Więc tak-chodzi mi o instalacje CO-ogrzewanie jest obecnie na węgiel, a zmieniam na gaz.Instalacja w całości jest w ścianach-jedyne miejsce gdzie widzę te rury to przy połączeniu grzejnika...Nie mam pojęcia jaka jest ich średnica(powiedziano mi jedynie że za duża)Budynek był stawiany w 1977, instalacja jest wspólna dla dwóch mieszkań, a ja chce odciąć się od drugiego mieszkania(po co mam ogrzewać rury sąsiada). Detektor metalu-ciekawe, nie pomyślałem o tym-dzięki za sugestie, ale nie wiem czy po prostu nie będzie łatwiej pociągnąć nowej instalacji-choć to wiąże się z większymi kosztami-a środków na to zawsze brakuje...

----------


## pzw

No cóż..........w tamtych latach budowano przeróżnie.
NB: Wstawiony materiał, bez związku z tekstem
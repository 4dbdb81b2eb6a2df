"""Compartments of a network: which compartment is the cell, the warning for a
compartment whose pH the environment does not state, and the ion stoichiometry of reactions
that move ions across the membrane (an environment parameter, e.g. H+ per ATP).

Nothing here computes an energy: the electrochemical terms are in :mod:`tfa.thermo.membrane`
and are applied per compound by :func:`tfa.network.energies.compound_energies`.
"""

from __future__ import annotations

import difflib
import logging
from dataclasses import replace
from typing import Mapping

import cobra

from ..conditions import Compartment, Conditions
from ..errors import ConditionsError, NetworkFileError

logger = logging.getLogger(__name__)


def cell_compartment(model: cobra.Model) -> str:
    """The compartment the environment's ``[conditions]`` describe: the network's inner one
    (:func:`tfa.network.role_inference.inner_compartment`)."""
    from .role_inference import inner_compartment

    return inner_compartment(model)


def other_compartments(model: cobra.Model) -> list[str]:
    """The compartments of ``model`` besides the cell, sorted."""
    cell = cell_compartment(model)
    return sorted({m.compartment for m in model.metabolites if m.compartment} - {cell})


def crosses_membrane(reaction: cobra.Reaction, cell: str) -> bool:
    """True when the reaction has compounds in more than one compartment (a transport or an
    ion-coupled reaction)."""
    return len({m.compartment or cell for m in reaction.metabolites}) > 1


def _thermo_key(met: cobra.Metabolite) -> str:
    return str((met.notes or {}).get("thermo_key") or "").strip() or met.id


def translocated_ions(reaction: cobra.Reaction, cell: str) -> list[tuple[cobra.Metabolite, cobra.Metabolite]]:
    """(outer, inner) pairs of the same compound (same thermo key, or same formula and charge
    when neither has one) on opposite sides of the membrane in ``reaction``."""
    pairs = []
    inner = [m for m in reaction.metabolites if (m.compartment or cell) == cell]
    for outer in reaction.metabolites:
        if (outer.compartment or cell) == cell:
            continue
        for met in inner:
            same_key = _thermo_key(met) == _thermo_key(outer)
            same_species = met.formula == outer.formula and met.charge == outer.charge
            if same_key or (same_species and not (met.notes or {}).get("thermo_key")):
                pairs.append((outer, met))
                break
    return pairs


def set_ion_stoichiometry(model: cobra.Model, stoichiometry: dict[str, float], where: str = "") -> None:
    """Set how many ions each named reaction moves across the membrane per turnover (undone on
    leaving an enclosing ``with model:``).

    For a reaction that takes ν_out < 0 of an ion from outside and gives ν_in of the same ion
    in the cell (ATP synthase ``adp + pi + 4 h_out <=> atp + h2o + 3 h``), n ions per turnover
    means ν_out = −n and ν_in changed by the same amount the other way, so the balance holds
    (n = 3: ``adp + pi + 3 h_out <=> atp + h2o + 2 h``). A reaction that gives ions to the
    outside (ν_out > 0) is set likewise with ν_out = +n.

    Raises
    ------
    NetworkFileError
        A reaction the network lacks, or one with no ion on both sides of the membrane.
    """
    cell = cell_compartment(model)
    for rid, n in stoichiometry.items():
        if rid not in model.reactions:
            logger.info("%s [ion_stoichiometry] %s: not a reaction of network %s (ignored)",
                        where, rid, model.id)
            continue
        reaction = model.reactions.get_by_id(rid)
        pairs = translocated_ions(reaction, cell)
        if len(pairs) != 1:
            raise NetworkFileError(
                f"{where} [ion_stoichiometry] {rid}: reaction {rid} must take one ion from a "
                f"compartment other than the cell ({cell}) and give it on the other side, found "
                f"{len(pairs)}; write its equation with the ion in both compartments "
                "(e.g. '4 h_out' and 'h'), or remove the entry")
        outer, inner = pairs[0]
        nu_out = reaction.metabolites[outer]
        sign = -1.0 if nu_out < 0 else 1.0
        change = sign * float(n) - nu_out
        reaction.add_metabolites({outer: change, inner: -change}, combine=True)
def compartment_warnings(model: cobra.Model, environment) -> list[str]:
    """One warning per compartment of ``model`` besides the cell that the environment gives no
    pH: its compounds are taken at the cell's pH with Δψ = 0, which is rarely what the network
    means."""
    from .role_inference import inner_compartment

    cell = inner_compartment(model)
    found = sorted({m.compartment for m in model.metabolites if m.compartment} - {cell})
    missing = [cid for cid in found if cid not in environment.compartments]
    if not missing:
        return []
    where = environment.source or environment.name
    return [f"network {model.id}: compartment(s) {', '.join(missing)} have no stated pH in "
            f"environment {where}; their compounds are taken at the cell's ({cell}) pH "
            f"{environment.conditions.ph:g} with membrane potential 0, so transport between them "
            "and the cell carries no energy; give each a [compartments.ID] table with pH = ... "
            "and membrane_potential_mV = ..."]


#: Keys of one ``[compartments.ID]`` table.
COMPARTMENT_KEYS = ("name", "pH", "ionic_strength_M", "pMg", "membrane_potential_mV")


def read_compartments(where: str, data: dict, real) -> tuple[dict[str, Compartment], dict[str, float]]:
    """The ``[compartments.ID]`` tables (compartment id -> :class:`~tfa.conditions.Compartment`)
    and ``[ion_stoichiometry]`` (reaction id -> ions per turnover, 0-20) of an environment file's
    parsed TOML ``data``; ``real(where, section, key, value, **bounds)`` reads one number.

    Keys of ``[compartments.ID]``: ``pH`` (required), ``membrane_potential_mV`` (Δψ = ψ(cell) −
    ψ(ID), default 0), ``ionic_strength_M`` and ``pMg`` (default: the cell's), ``name``.

    Raises
    ------
    NetworkFileError, ConditionsError
    """
    out: dict[str, Compartment] = {}
    for cid, table in data.get("compartments", {}).items():
        if not isinstance(table, dict):
            raise NetworkFileError(f"{where} [compartments] {cid}: give a table [compartments.{cid}] "
                                   "with pH = ... (and optionally membrane_potential_mV, "
                                   "ionic_strength_M, pMg)")
        for key in table:
            if key not in COMPARTMENT_KEYS:
                close = difflib.get_close_matches(str(key), list(COMPARTMENT_KEYS), n=1)
                hint = f"did you mean '{close[0]}'? " if close else ""
                raise NetworkFileError(f"{where}: unknown key '{key}' in [compartments.{cid}]; "
                                       f"{hint}allowed: {', '.join(COMPARTMENT_KEYS)}")
        if "pH" not in table:
            raise NetworkFileError(f"{where} [compartments.{cid}]: 'pH' is missing; give the pH of "
                                   f"compartment {cid}, e.g. pH = 5.5")
        section_name = f"compartments.{cid}"
        value = {k: real(where, section_name, k, v) for k, v in table.items() if k != "name"}
        name = table.get("name", "")
        if not isinstance(name, str):
            raise NetworkFileError(f"{where} [{section_name}] name: give a text")
        try:
            out[str(cid)] = Compartment(str(cid), ph=value["pH"],
                                        ionic_strength=value.get("ionic_strength_M"),
                                        pmg=value.get("pMg"),
                                        membrane_potential_mV=value.get("membrane_potential_mV", 0.0),
                                        name=name)
        except ConditionsError as exc:
            raise ConditionsError(f"{where} [{section_name}]: {exc}") from exc
        if out[str(cid)].ionic_strength is not None:
            Conditions(ionic_strength=out[str(cid)].ionic_strength)   # the same checks as the cell's
    ions = {str(rid): real(where, "ion_stoichiometry", rid, value, minimum=0.0, maximum=20.0)
            for rid, value in data.get("ion_stoichiometry", {}).items()}
    return out, ions




def with_compartment(environment, compartment_id: str, **changes):
    """A copy of ``environment`` with one compartment's conditions changed (``ph``,
    ``ionic_strength``, ``pmg``, ``membrane_potential_mV``), or added (then ``ph`` is required).

    >>> from tfa.network.environment import Environment
    >>> env = Environment("demo", Conditions(ph=7.5))
    >>> with_compartment(env, "out", ph=5.5).compartments["out"].ph
    5.5
    """
    old = environment.compartments.get(compartment_id)
    given = {k: v for k, v in changes.items() if v is not None}
    if old is None:
        if "ph" not in given:
            raise ConditionsError(f"compartment {compartment_id}: give its pH")
        new = Compartment(compartment_id, **given)
    else:
        new = replace(old, **given)
    return replace(environment, compartments={**environment.compartments, compartment_id: new})


def scaled_gradient(compartments: dict, cell_ph: float, factor: float) -> dict:
    """Every compartment's ΔpH (pH_cell − pH_k) and Δψ times ``factor`` (0: no gradient; 1:
    unchanged); ionic strength and pMg kept.

    >>> out = scaled_gradient({"out": Compartment("out", 5.5, membrane_potential_mV=-100)}, 7.5, 0.5)
    >>> out["out"].ph, out["out"].membrane_potential_mV
    (6.5, -50.0)

    Raises
    ------
    ConditionsError
        When a scaled pH leaves 0-14.
    """
    return {cid: replace(c, ph=cell_ph - factor * (cell_ph - c.ph),
                         membrane_potential_mV=factor * c.membrane_potential_mV)
            for cid, c in compartments.items()}


def with_gradient_scaled(environment, factor: float):
    """A copy of ``environment`` with every compartment's ΔpH and Δψ ``factor`` times its own
    (:func:`scaled_gradient`)."""
    return replace(environment, compartments=scaled_gradient(environment.compartments,
                                                             environment.conditions.ph, factor))


def without_gradient(environment):
    """A copy of ``environment`` with every compartment at the cell's pH and Δψ = 0: no
    proton-motive force, all else equal."""
    return with_gradient_scaled(environment, 0.0)


def with_cell_ph(environment, ph: float, hold_gradient: bool = True):
    """A copy of ``environment`` with the cell at pH ``ph``; with ``hold_gradient`` every
    compartment's pH moves by the same amount, so ΔpH (and Δψ) stay as they were (a pH axis that
    does not silently change the gradient), else the compartments keep their own pH.

    >>> from tfa.network.environment import Environment
    >>> env = Environment("demo", Conditions(ph=7.5), compartments={"out": Compartment("out", 5.5)})
    >>> with_cell_ph(env, 8.0).compartments["out"].ph, with_cell_ph(env, 8.0, False).compartments["out"].ph
    (6.0, 5.5)

    Raises
    ------
    ConditionsError
        When a moved pH leaves 0-14.
    """
    shift = ph - environment.conditions.ph
    moved = environment.with_conditions(ph=ph)
    if not hold_gradient:
        return moved
    return replace(moved, compartments={cid: replace(c, ph=c.ph + shift)
                                        for cid, c in environment.compartments.items()})


def describe_compartments(environment, prefix: str = "") -> str:
    """The compartments besides the cell in words ("" when none), e.g.
    ``out: pH 5.50, Δψ = 0 mV (ψ cell − ψ out)``."""
    compartments = getattr(environment, "compartments", None) or {}
    if not compartments:
        return ""
    return prefix + "; ".join(c.describe() for _, c in sorted(compartments.items()))


def _hydrogen_and_charge(met: cobra.Metabolite) -> tuple[float, float]:
    """H atoms and charge of a metabolite's reference species (0 H when it has no formula)."""
    from ..errors import InputError
    from ..thermo.balance import parse_formula

    try:
        counts, suffix = parse_formula(met.formula or "", where=f"compound '{met.id}'")
    except InputError:
        counts, suffix = {}, 0
    return float(counts.get("H", 0)), float(met.charge if met.charge is not None else suffix)


def compartment_places(model: cobra.Model, environment, conditions: Conditions
                       ) -> dict[str, tuple[str, Conditions, float]]:
    """Metabolite id -> (compartment, its conditions, electrochemical offset in kJ/mol) for
    every compound outside the cell whose compartment the environment describes
    (:mod:`tfa.thermo.membrane`, equation (1)); compounds of the cell, and of compartments the
    environment does not describe (warned about by
    :func:`tfa.network.compartments.compartment_warnings`), are at the cell's conditions."""
    from ..thermo.membrane import electrochemical_offset

    described = getattr(environment, "compartments", None) or {}
    if not described:
        return {}
    cell = cell_compartment(model)
    out: dict[str, tuple[str, Conditions, float]] = {}
    for met in model.metabolites:
        place = met.compartment or cell
        if place == cell or place not in described:
            continue
        compartment = described[place]
        n_h, charge = _hydrogen_and_charge(met)
        offset = electrochemical_offset(n_h, charge, conditions.ph, compartment.ph,
                                        compartment.membrane_potential_V, conditions.temperature)
        out[met.id] = (place, compartment.conditions(conditions), offset)
    return out


def offset_words(compartment: str, offset: float) -> str:
    """The words a compound energy outside the cell adds to its provenance."""
    if not compartment:
        return ""
    return (f"; in compartment {compartment}: at its pH, ionic strength and pMg, plus "
            f"{offset:+.2f} kJ/mol for its H+ and electric potential relative to the cell")


def standard_state_words(table, stoichiometry: Mapping[str, float]) -> str:
    """The reference of ΔrG'° of a reaction across a membrane, in words ("" within the cell):
    every compound at 1 mol/L (gases 1 bar) in its own compartment, at that compartment's pH,
    ionic strength and electric potential, H+ of each compartment at its pH."""
    places = {table.compounds[m].compartment for m in stoichiometry if m in table.compounds}
    if not places - {""}:
        return ""
    c = table.conditions
    parts = [f"cell pH {c.ph:g}"]
    for m in sorted({m for m in stoichiometry if m in table.compounds and table.compounds[m].compartment}):
        ce = table.compounds[m]
        comp = table.compartments.get(ce.compartment)
        text = (f"{ce.compartment} pH {comp.ph:g}, Δψ = ψ cell − ψ {ce.compartment} = "
                f"{comp.membrane_potential_mV:g} mV" if comp is not None else ce.compartment)
        if text not in parts:
            parts.append(text)
    return ("each compound at 1 mol/L in its compartment at that compartment's pH and electric "
            "potential (" + "; ".join(parts) + "; the electric and H+ terms relative to the cell)")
Swoją drogą to ciekawe, w jaki sposób poprowadzono te rury ?
Skoro zdecydowałeś się na kompletną modernizację, to w zasadzie możesz już nie myśleć o tych rurach. Nie będziesz przecież ścian rył.
Kłopot widzę taki, że instalacja jest czynna i zalana wodą. Nawet jeśli rury pozostaną, to trzeba będzie zdemontować grzejniki i tak zrobić, żeby podejścia do nich przestały być widoczne. A to oznaczać może konieczność cięcia i zaspawania końcówek. To zaś można będzie zrobić, gdy spuści się czynnik grzewczy z instalacji. Bez współpracy ze sąsiadem będzie kłopot, skoro instalacja jest wspólna i nie wiadomo, czy są jakieś podziały i gdzie ? Poza tym sąsiad nadal będzie chciał korzystać z niej.
A rury sa zapewne stalowe 1" lub 3/4" i podejście pod grzejnik może być 1/2" - w Twojej nowej instalacji nie do wykorzystania.

----------


## BartekNT

Sąsiad z dołu zrobił sobie nowe ogrzewanie-również na gaz-zrobił całą nową instalację(na zewnątrz ścian) i podłączył ją do swoich grzejników.Ale stare rury są dalej w ścianie,dalej jest w nich woda i ja je grzeje paląc w swoim piecu...i tu jest problem-ponieważ póki ogrzewanie miałem na węgiel to nie przeszkadzało mi to, Teraz jednak przed remontem zastanawiam się jaki wpływ na rachunki może mieć nikomu niepotrzebne grzanie ścian sąsiada...Dodatkowo nigdy nie będę miał pewności, że pewnego pięknego dnia sąsiad nie wpadnie na wspaniały pomysł i nie podłączy się pod moje rury i będę już ogrzewał dwa mieszkania  :wink: -wiem porąbane to jak lato z radiem  :wink: Gdybym tylko wiedział jak te rury idą :/ Spuścić mogę całą wodę z rur i poprostu o nich zapomnieć. Firma która ma robić remont, wyceniła mi założenie nowej instalacji grzewczej-rury + robocizna- OKOŁO 5000zł. Sam nie wiem czy to dużo czy mało

----------


## pzw

Skoro możesz opróżnić instalację z wody, to w zasadzie nie ma problemu.
Dla porządku nalezy poinformować sąsiada, że zamierzasz opróżnić starą instalację, na wypadek jakby miał jakieś "ale", zlikwidować wszystkie podejścia pod stare grzejniki i robić nową. Nie wiadomo za co te 5000 zł, więc trudno się odnieść do tych kosztów. Samo położenie rurek ( nawet z materiałem)w mieszkaniu raczej nie powinno tyle kosztować ?

----------